The procedure to accomplish this in Essential Science Indicators
is called Research Front analysis. It is based on identifying the
most-cited papers across multiple disciplines over a five-year
period, and then determining how often these papers have been
jointly cited—that is, how often, in the footnotes or references of
given papers, a citation to one item is accompanied by a citation to
another highly cited item. This defines the frequency of co-citation
of the two highly cited papers.
Identifying research fronts involves manipulating the co-cited
papers in order to group together those that are strongly related.
Before embarking on this process, a threshold is set on the integer
co-citation frequencies to eliminate very low values, and the
remaining frequencies are converted to a normalized form using the
following formula:
Normalized co-citation = Integer co-citation frequency of A and
B/(citation frequency A*citation frequency B)^.5
In other words, we divide the co-citation frequency by the square
root of the product of the citation frequencies of the two papers. A
second threshold is set on these normalized values. In the most
recent data run for Essential Science Indicators, the integer
threshold was set to accept co-citation frequencies of 2 or greater,
and the normalized threshold was set at 0.3.
Starting with a co-cited pair that meets the thresholds, this
grouping procedure then finds other pairs that share common papers.
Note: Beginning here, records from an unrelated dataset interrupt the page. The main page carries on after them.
using System.Collections.Frozen;

namespace SwitchTag.Lexicon.NameLists;

/// <summary>The name lists of models/lexicon the cascade reads (models/namelists.md), built once per
/// run: person cues, words that are never places, prepositions that mark
/// a place, person name variants, camps and historical regions whose spoken names a link would
/// rename, first-level regions the city gazetteer lacks, and continents. A missing folder gives empty lists: the
/// cascade then runs on the model and gazetteer alone.</summary>
public sealed record NameListSet(PersonCues Cues, NotPlaceWords NotPlaces, PlacePrepositions Prepositions, NameVariants Variants, SpokenPlaces Places,
    FirstLevelRegions Regions, WorldRegions WorldRegions)
{
    /// <summary>The folder inside models/.</summary>
    public const string FolderName = "lexicon";

    public static NameListSet Empty { get; } = new(PersonCues.Empty, NotPlaceWords.Empty, PlacePrepositions.Empty, NameVariants.Empty, SpokenPlaces.Empty, FirstLevelRegions.Empty, WorldRegions.Empty);

    /// <summary>Spelling keys (<see cref="NameVariants.Key"/>) of the first names listed only in Cyrillic,
    /// Greek or Hebrew script: the lists have "Оксана" and "Микола", a narrator's English says "Oksana"
    /// and "Mykola".</summary>
    public FrozenSet<string> RomanisedFirstNames { get; init; } = FrozenSet<string>.Empty;

    /// <summary>Whether a word is a listed first name as written (folded), or, written in Latin script,
    /// a romanisation of one listed in another script.</summary>
    public bool IsFirstName(string word)
    {
        if (Cues.IsFirstName(NameFolding.Fold(word))) return true;
        return RomanisedFirstNames.Count > 0 && word.All(c => c <= LastLatin) && RomanisedFirstNames.Contains(Variants.Key(word));
    }

    /// <summary>The sex the first-name lists give a given name ('f' or 'm'), as written or, in Latin
    /// script, romanised from another script's list; null when unknown or listed as both.</summary>
    public char? GivenNameSex(string word)
    {
        if (Cues.FirstNameSexes.TryGetValue(NameFolding.Fold(word), out var sex)) return sex;
        return RomanisedSexes.Count > 0 && word.All(c => c <= LastLatin) && RomanisedSexes.TryGetValue(Variants.Key(word), out sex) ? sex : null;
    }

    /// <summary>Spelling keys of the first names listed only in another script, with their sex, as
    /// <see cref="RomanisedFirstNames"/>; keys two names of different sexes share are left out.</summary>
    public FrozenDictionary<string, char> RomanisedSexes { get; init; } = FrozenDictionary<string, char>.Empty;

    /// <summary>Last code point of the Latin blocks (Latin Extended-B).</summary>
    private const char LastLatin = '\u024F';

    public static NameListSet Load(string lexiconDir)
    {
        var cues = PersonCues.Load(lexiconDir);
        var places = SpokenPlaces.Load(lexiconDir);
        var variants = NameVariants.Load(lexiconDir);
        // Read once: countries and continents are never "not a place", and continents are world regions.
        var territories = LexiconTsv.Rows(Path.Combine(lexiconDir, "territories.tsv")).Where(r => r.Length > 1).ToList();
        return new NameListSet(cues, NotPlaceWords.Load(lexiconDir, cues, places, territories), PlacePrepositions.Load(lexiconDir), variants, places,
            FirstLevelRegions.Load(lexiconDir), WorldRegions.From(territories))
        {
            RomanisedFirstNames = cues.FirstNames.Where(f => f.Any(c => c > LastLatin)).Select(variants.Key).ToFrozenSet(StringComparer.Ordinal),
            RomanisedSexes = cues.FirstNameSexes.Where(x => x.Key.Any(c => c > LastLatin))
                .GroupBy(x => variants.Key(x.Key), x => x.Value)
                .Where(g => g.Distinct().Count() == 1)
                .ToFrozenDictionary(g => g.Key, g => g.First(), StringComparer.Ordinal),
        };
    }
}
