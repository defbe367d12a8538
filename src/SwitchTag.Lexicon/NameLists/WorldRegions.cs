using System.Collections.Frozen;
using SwitchTag.Core.Languages;

namespace SwitchTag.Lexicon.NameLists;

/// <summary>Continents and world regions (the territories of territories.tsv with a UN M49 numeric
/// code: Europe, South America, Asia...), in every language CLDR names them. Such a name lies in no
/// town, so the talk's setting never places it.</summary>
public sealed class WorldRegions(FrozenSet<string> folded)
{
    /// <summary>The names by their first three letters: a case form keeps its name's start, so a
    /// query tries the inflection rules on a handful of names, not all of them.</summary>
    private readonly FrozenDictionary<string, string[]> _byStart = folded.GroupBy(Start, StringComparer.Ordinal)
        .ToFrozenDictionary(g => g.Key, g => g.ToArray(), StringComparer.Ordinal);

    public static WorldRegions Empty { get; } = new(FrozenSet<string>.Empty);

    /// <summary>Whether the name, as written or as a case form in <paramref name="language"/>
    /// (Hungarian "Európát"), names a continent or world region.</summary>
    public bool Contains(string name, LanguageCode language)
    {
        var words = NameFolding.FoldedWords(name);
        return folded.Contains(words)
            || _byStart.TryGetValue(Start(words), out var near) && near.Any(n => NameFolding.IsInflectionOf(name, n, language));
    }

    private static string Start(string folded) => folded.Length <= 3 ? folded : folded[..3];

    /// <summary>From the rows of territories.tsv (code, names).</summary>
    internal static WorldRegions From(IEnumerable<string[]> territories) =>
        new(territories
            .Where(r => r[0].Length > 0 && r[0].All(char.IsAsciiDigit))
            .SelectMany(r => LexiconTsv.Alternatives(r[1]))
            .Select(NameFolding.FoldedWords)
            .Where(n => n.Length > 0)
            .ToFrozenSet(StringComparer.Ordinal));
}
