"""The caution library: one caution per hazard, chosen by the hazards of a subsystem and a task.

Pure data and one selection function, no Django imports, so the work-order pages, the PDF and the tests
all read the same wording. The cautions are reminders of the usual controls, not a risk assessment;
they never say that an isolation or a lift is safe.
"""

from __future__ import annotations

from collections.abc import Iterable
from dataclasses import dataclass

HAZARDS: dict[str, str] = {
    "electrical": "Hazardous electrical energy",
    "pneumatic": "Stored pneumatic energy",
    "stored_mechanical": "Stored mechanical energy (springs)",
    "hydraulic": "Stored hydraulic pressure and raised loads",
    "moving_machinery": "Moving telescope and dome",
    "suspended_load": "Suspended load",
    "height": "Work at height",
    "chemical": "Chemicals: corrosive, irritant or flammable",
    "cryogen": "Cryogens and CO2 snow",
    "vacuum_plant": "Vacuum coating plant",
    "laser": "Alignment lasers",
    "optical_surface": "Delicate optical surfaces",
}

#: Hazards whose energy must be isolated and locked out before work starts. A loaded spring is part of that energy
#: control (OSHA 29 CFR 1910.147(d)(5): stored energy relieved, disconnected or restrained after isolation), but it is
#: restrained at the equipment itself, not locked at a supply point, so it asks for no isolation point of its own, as
#: a moving telescope does not (``workorders.selectors._ISOLATES`` names the points that answer a hazard). Hydraulic
#: pressure is stored energy too, locked at its pump and its valve, and a raised load is lowered or blocked before work
#: under it.
ISOLATION_HAZARDS = ("electrical", "pneumatic", "stored_mechanical", "hydraulic", "moving_machinery")

#: The hazard of the energy an isolation point locks, by the point's kind (``workorders.models.IsolationPoint.Energy``;
#: "other" names none). A lockout that locks a point touches that energy, so the order prints its caution
#: (``workorders.selectors.cautions``). Which point a hazard's work needs registered is another table
#: (``workorders.selectors._ISOLATES``: electrical work asks for the AC mains point, not a DC or servo breaker).
ENERGY_HAZARDS = {
    "ac": "electrical", "dc": "electrical", "servo": "electrical", "air": "pneumatic", "hydraulic": "hydraulic",
}
#: What else a lockout that locks a point of these kinds touches, for its cautions only (not the points a hazard
#: asks for): the servo drives' points lock the telescope's drives, and restoring them lets it move, so the order
#: prints the moving telescope's caution though its work brings no such hazard (a supply's service, say).
ENERGY_ALSO = {"servo": "moving_machinery"}


#: What the page and the printed order say when the work's hazards need nothing isolated (``isolation_statement``).
NO_ISOLATION_NEEDED = (
    "This work needs no energy isolation: none of its hazards is electrical energy, stored air or hydraulic "
    "pressure, a raised load, a loaded spring or a telescope or dome that can move. If the work turns out to touch "
    "any of them, stop and ask the site engineer."
)
#: Said in its place while the order lacks hazards its subsystems now carry (the "Not up to date" notice above it).
ISOLATION_UNKNOWN_NOT_UP_TO_DATE = (
    "This work order is not up to date (see above), so it cannot say whether the work needs energy isolation: the "
    "hazards it lacks may call for it. Do not start the work until the site engineer has brought it up to date."
)
#: Said in its place while nobody has recorded the hazards of one of its subsystems (``{subsystems}``, named).
ISOLATION_UNKNOWN_NOT_RECORDED = (
    "Nobody has recorded the hazards of {subsystems}, so this work order cannot say whether the work needs energy "
    "isolation. The work must not start until an engineer has recorded them, or recorded that there are none."
)


#: Hazard -> what the order says under "Energy isolation" in place of "needs no isolation": equipment locked out by
#: its own procedure, with no isolation point of the telescope's (a coating plant's lethal supplies: a review found
#: the strip-and-coat order telling the crew that the work needed no isolation).
ISOLATED_BY_ITS_OWN_PROCEDURE = {
    "vacuum_plant": (
        "The coating plant's supplies are locked out and proved dead as the plant's own instructions and its "
        "operator's procedure say; this order lists no isolation points for them."
    ),
}


def isolation_statement(hazards: Iterable[str], missing: Iterable[str] = (), unrecorded: Iterable[str] = ()) -> str:
    """What the page and the printed order say under "Energy isolation" in place of the isolation points, for an order
    whose ``hazards`` (codes) need nothing isolated; "" when they do (the points are listed instead).

    ``missing`` are the hazards its subsystems now carry that it lacks (``workorders.selectors.hazards_missing``) and
    ``unrecorded`` the names of its subsystems whose hazards nobody has recorded, neither a hazard nor an engineer's
    "none found" (``workorders.selectors.hazards_unrecorded``). With either, the order cannot know that the work needs
    no isolation, so it never says so: ``ISOLATION_UNKNOWN_NOT_RECORDED`` or ``ISOLATION_UNKNOWN_NOT_UP_TO_DATE``;
    otherwise ``NO_ISOLATION_NEEDED``.
    """
    if needs_isolation(hazards):
        return ""
    names = list(unrecorded)
    if names:
        return ISOLATION_UNKNOWN_NOT_RECORDED.format(subsystems=in_words(names))
    if list(missing):
        return ISOLATION_UNKNOWN_NOT_UP_TO_DATE
    own = [ISOLATED_BY_ITS_OWN_PROCEDURE[h] for h in hazards if h in ISOLATED_BY_ITS_OWN_PROCEDURE]
    return " ".join(own) or NO_ISOLATION_NEEDED
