@dataclass
class ParsedNights:
    """Records checked one by one against the same rules, CSV rows or JSON objects alike.

    ``as_json``: the records are JSON objects sent to the API (positions are list indexes, and a message words a
    value as JSON does), else CSV rows (positions are line numbers); ``telescopes`` are the names of the site's
    telescopes. Each row of ``rows`` holds the values of the columns its record gives,
    night and open_hours always among them; its ``telescope``, when given, is the name as registered (None: the
    whole site's night).
    """

    latest_night: dt.date
    as_json: bool
    telescopes: Sequence[str] = ()
    rows: list[tuple[int, dict]] = field(default_factory=list)  # (position, NightUsage field values)
    errors: list[Problem] = field(default_factory=list)
    _seen: dict[tuple[str | None, dt.date], int] = field(default_factory=dict, repr=False)

    @property
    def where(self) -> str:
        """A position, in the words of the duplicate-night message."""
        return "at index" if self.as_json else "on line"

    @property
    def whole_problem(self) -> str | None:
        """The problem of the whole file or body, or None."""
        return next((p.reason for p in self.errors if p.position is None), None)

    def add(self, position: int, record: Mapping[str, object]) -> None:
        """Check one record; keep its values, or every problem it has.

        A night of the site, or of one telescope, may appear only once among the good records; a record
        refused for its own figures takes no part in that check.
        """
        values, problems = _checked(record, self.latest_night, self.telescopes, self.as_json)
        key = (values.get("telescope"), values.get("night"))
        if not problems and key in self._seen:
            whose = f" of telescope {key[0]}" if key[0] else ""
            problems.append(RowError("night", f"night {key[1]}{whose} already appears {self.where} {self._seen[key]}"))
        for problem in problems:
            self.refuse(position, str(problem), problem.field, problem.telescope_unknown)
        if not problems:
            self._seen[key] = position
            self.rows.append((position, values))

    def refuse(self, position: int | None, reason: str, field_name: str | None = None,
               telescope_unknown: str | None = None) -> None:
        self.errors.append(Problem(position, reason, field_name, telescope_unknown))


#: A figure as text: ``formats.plain_numbers.PLAIN_NUMBER`` (ASCII digits with an optional sign and decimal point, and
#: an optional exponent: "1e3", which counts have always taken and Python's repr of a float writes: 1e-05). Python's
#: int() and float() take more than this: "1_000" and digits of other scripts ("٣"), which a figure typed or exported
#: by mistake should not pass as.
#: What float() reads as no finite number. Still read, so the message says "must be a finite number", not "a number".
NOT_FINITE = re.compile(r"[+-]?(?:nan|inf|infinity)", re.IGNORECASE)


def _read_number(raw: str | int | float) -> int | float:
    """An int for a whole-number literal, else a float; raises ValueError for text that is no plain number
    (``PLAIN_NUMBER``, or ``NOT_FINITE``)."""
    if not isinstance(raw, str):
        return raw
    text = raw.strip()
    if not (PLAIN_NUMBER.fullmatch(text) or NOT_FINITE.fullmatch(text)):
        raise ValueError(f"not a plain decimal number: {text!r}")
    try:
        return int(text)
    except ValueError:
        return float(text)


def _number(raw: object, column: Column) -> float | int:
    """A CSV cell or a JSON number within the column's range; a count takes any whole value (4, 4.0, 4e0)."""
    name, whole = column.name, column.kind == "count"
    wrong_kind = f"{name} must be {'a whole number' if whole else 'a number'}, not {shown(raw)}"
    if isinstance(raw, bool) or not isinstance(raw, str | int | float):
        raise RowError(name, wrong_kind)
    try:
        value = _read_number(raw)
        if not whole:
            value = float(value)
    except ValueError:
        raise RowError(name, wrong_kind) from None
    except OverflowError:  # a JSON integer too large for a float, as "1e999" is in a CSV cell
        value = math.inf
    if isinstance(value, float):
        if not math.isfinite(value):
            # JSON reads 1e400 as Infinity too: the sentence says both, the value itself being gone.
            beyond = " (or a number too large to hold)" if math.isinf(value) and not isinstance(raw, str) else ""
            if isinstance(raw, str) and PLAIN_NUMBER.fullmatch(raw.strip()):  # digits, too many for a number
                beyond = " (a number too large to hold)"
            raise RowError(name, f"{name} must be a finite number, not {_figure_shown(raw)}{beyond}")
        if whole:
            if not value.is_integer():  # a number all the same: shown as one
                raise RowError(name, f"{name} must be a whole number, not {_figure_shown(raw)}")
            value = int(value)
    if column.low is not None and value < column.low:
        raise RowError(name, f"{name} cannot be below {_figure(column.low)} (got {_figure_shown(raw)})")
    if column.high is not None and value > column.high:
        raise RowError(name, f"{name} cannot be above {_figure(column.high)} (got {_figure_shown(raw)})")
    return value


def _flag(raw: object, name: str, as_json: bool) -> bool:
    if isinstance(raw, bool):
        return raw
    if isinstance(raw, str):
        text = raw.strip().lower()
        if text in _TRUE:
            return True
        if text in _FALSE:
            return False
    elif isinstance(raw, int) and raw in (0, 1):
        return bool(raw)
    accepted = FLAG_ACCEPTED_JSON if as_json else FLAG_ACCEPTED
    raise RowError(name, f"{name} must be {accepted}, not {shown(raw)}")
The gathering process continues until no other pairs of papers can
be added to the set. This process is commonly known as single-link
clustering. The resulting clusters vary in size from a minimum of
two papers to some maximum size.
The numeric attributes of fronts can help determine the
significance of the areas and their stage of development. The number
of core papers in the front and the total citations received give
indications of the size of the area. The numbers of citations per
core paper give an indication of the focus or concentration of
effort. The average publication year and distribution of core papers
by year give an indication of currency or "hotness"—that
is, how quickly research is changing and whether there are new
developments. An analysis of frequently occurring keywords or
phrases in the titles of the paper, as given by the front name, can
give an indication of the subject content and thematic focus of the
area.
Research front analysis will not identify all research areas or
all the papers in an area. However, it can assist in identifying
areas where important work is being done and where the scientific
community is focusing its attention.